Broad Institute of MIT and Harvard, Cambridge, MA, USA; Department of Medicine, Brigham and Women's Hospital and Harvard Medical School, Boston, MA, USA.
Broad Institute of MIT and Harvard, Cambridge, MA, USA.
Cell. 2019 Jul 25;178(3):521-535.e23. doi: 10.1016/j.cell.2019.07.002.

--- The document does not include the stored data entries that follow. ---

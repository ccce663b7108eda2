#!/usr/bin/env bash
# Breakdown's whole test suite on a fresh Debian machine with Rust: installs the system packages the tests use
# (ngspice for the cross-check, Chromium for the report test, the plugin's X11/OpenGL/audio headers, Python's
# pedalboard as a general-purpose VST3 host), then runs every test of the workspace in release mode.
set -euo pipefail
cd "$(dirname "$0")/.."

packages=(ngspice chromium pkg-config libx11-dev libx11-xcb-dev libxcb1-dev libxcb-icccm4-dev libxcb-dri2-0-dev
  libxcursor-dev libxrandr-dev libgl1-mesa-dev libglu1-mesa-dev libasound2-dev libjack-jackd2-dev)
missing=()
for p in "${packages[@]}"; do
  dpkg-query -W -f='${Status}' "$p" 2>/dev/null | grep -q "install ok installed" || missing+=("$p")
done
if [ ${#missing[@]} -gt 0 ]; then
  echo "installing: ${missing[*]}"
  sudo_cmd=""
  [ "$(id -u)" -ne 0 ] && sudo_cmd="sudo"
  $sudo_cmd apt-get update -qq
  DEBIAN_FRONTEND=noninteractive $sudo_cmd apt-get install -y -qq --no-install-recommends "${missing[@]}" >/dev/null
fi
if command -v python3 >/dev/null && ! python3 -c "import pedalboard" 2>/dev/null; then
  python3 -m pip install --quiet "pedalboard==0.9.26" || echo "pedalboard not installed: the VST3 host test will say it is skipped"
fi

# Regenerate the ngspice reference data and compare with the committed copy (about two minutes).
export BREAKDOWN_REGENERATE="${BREAKDOWN_REGENERATE:-1}"
log="$(mktemp)"
status=0
cargo test --release --workspace 2>&1 | tee "$log" || status=$?
# One closing line for the whole run (cargo ends with per-crate doc-test lines that often count 0 tests).
awk '/^test result:/ { for (i = 1; i <= NF; i++) { if ($(i) ~ /^passed/) p += $(i-1); if ($(i) ~ /^failed/) f += $(i-1) } }
     END { printf "%d passed, %d failed\n", p, f }' "$log"
rm -f "$log"
exit "$status"
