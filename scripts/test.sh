#!/usr/bin/env bash
# Breakdown's whole test suite on a fresh Debian machine with Rust: installs the system packages the tests use
# (ngspice for the cross-check, Chromium for the report test, the plugin's X11/OpenGL/audio headers, Ardour 7 and
# Python's pedalboard as two real VST3 hosts), then checks formatting and lints (warnings
# denied), runs every test of the workspace in release mode and a short smoke run of the benchmark, printing the
# time of each part.
set -euo pipefail
cd "$(dirname "$0")/.."

packages=(ngspice chromium ardour pkg-config libx11-dev libx11-xcb-dev libxcb1-dev libxcb-icccm4-dev
  libxcb-dri2-0-dev libxcursor-dev libxrandr-dev libgl1-mesa-dev libglu1-mesa-dev libasound2-dev libjack-jackd2-dev)
missing=()
for p in "${packages[@]}"; do
  dpkg-query -W -f='${Status}' "$p" 2>/dev/null | grep -q "install ok installed" || missing+=("$p")
done
if [ ${#missing[@]} -gt 0 ]; then
  echo "installing: ${missing[*]}"
  sudo_cmd=""
  [ "$(id -u)" -ne 0 ] && sudo_cmd="sudo"
  $sudo_cmd apt-get update -qq
  DEBIAN_FRONTEND=noninteractive $sudo_cmd apt-get install -y -qq --no-install-recommends "${missing[@]}" >/dev/null
fi
if command -v python3 >/dev/null && ! python3 -c "import pedalboard" 2>/dev/null; then
  python3 -m pip install --quiet "pedalboard==0.9.26" || echo "pedalboard not installed: the VST3 host test will say it is skipped"
fi

# The Rust tools the checks use (rustfmt and clippy come with rustup's default profile; add them if missing).
if command -v rustup >/dev/null; then
  rustup component add rustfmt clippy >/dev/null 2>&1 || true
fi

# Each part prints its time; the whole run stays well inside CI's limit on a 2-core machine.
log="$(mktemp)"
status=0
started=$SECONDS
part() {
  local name="$1"
  shift
  local t0=$SECONDS
  echo "== $name"
  if "$@" 2>&1 | tee -a "$log"; then
    echo "== $name: ok ($((SECONDS - t0)) s)"
  else
    echo "== $name: FAILED ($((SECONDS - t0)) s)"
    status=1
  fi
}

part "format (cargo fmt --check)" cargo fmt --all -- --check
part "lints (clippy, warnings denied)" cargo clippy --release --workspace --all-targets -- -D warnings
# Regenerate the ngspice reference data and compare with the committed copy (about two minutes).
export BREAKDOWN_REGENERATE="${BREAKDOWN_REGENERATE:-1}"
part "tests (release)" cargo test --release --workspace
part "benchmark smoke run (breakdown bench --quick)" cargo run --release -q -p breakdown-cli -- bench --quick

# One closing line for the whole run (cargo ends with per-crate doc-test lines that often count 0 tests).
awk '/^test result:/ { for (i = 1; i <= NF; i++) { if ($(i) ~ /^passed/) p += $(i-1); if ($(i) ~ /^failed/) f += $(i-1) } }
     END { printf "%d passed, %d failed\n", p, f }' "$log"
echo "whole run: $((SECONDS - started)) s"
rm -f "$log"
exit "$status"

Intracellular accumulation of misfolded proteins causes toxic proteinopathies, diseases without targeted therapies. Mucin 1 kidney disease (MKD) results from a frameshift mutation in the MUC1 gene (MUC1-fs). Here, we show that MKD is a toxic proteinopathy. Intracellular MUC1-fs accumulation activated the ATF6 unfolded protein response (UPR) branch. We identified BRD4780, a small molecule that clears MUC1-fs from patient cells, from kidneys of knockin mice and from patient kidney organoids. MUC1-fs is trapped in TMED9 cargo receptor-containing vesicles of the early secretory pathway. BRD4780 binds TMED9, releases MUC1-fs, and re-routes it for lysosomal degradation, an effect phenocopied by TMED9 deletion. Our findings reveal BRD4780 as a promising lead for the treatment of MKD and other toxic proteinopathies. Generally, we elucidate a novel mechanism for the entrapment of misfolded proteins by cargo receptors and a strategy for their release and anterograde trafficking to the lysosome.
细胞内错误折叠蛋白质的积累会导致无靶向治疗方法的毒性蛋白病。粘蛋白 1 肾病(MKD)是由 MUC1 基因(MUC1-fs)的移码突变引起的。在这里,我们表明 MKD 是一种毒性蛋白病。细胞内 MUC1-fs 的积累激活了 ATF6 未折叠蛋白反应(UPR)分支。我们从嵌合小鼠的肾脏和患者的肾类器官中鉴定出了一种能清除患者细胞中 MUC1-fs 的小分子 BRD4780。MUC1-fs 被困在早期分泌途径中含有 TMED9 货物受体的囊泡中。BRD4780 与 TMED9 结合,释放 MUC1-fs,并将其重新定向到溶酶体进行降解,TMED9 缺失可模拟该作用。我们的发现揭示了 BRD4780 作为治疗 MKD 和其他毒性蛋白病的有前途的先导化合物。总的来说,我们阐明了货物受体捕获错误折叠蛋白质的新机制,以及释放和正向运输到溶酶体的策略。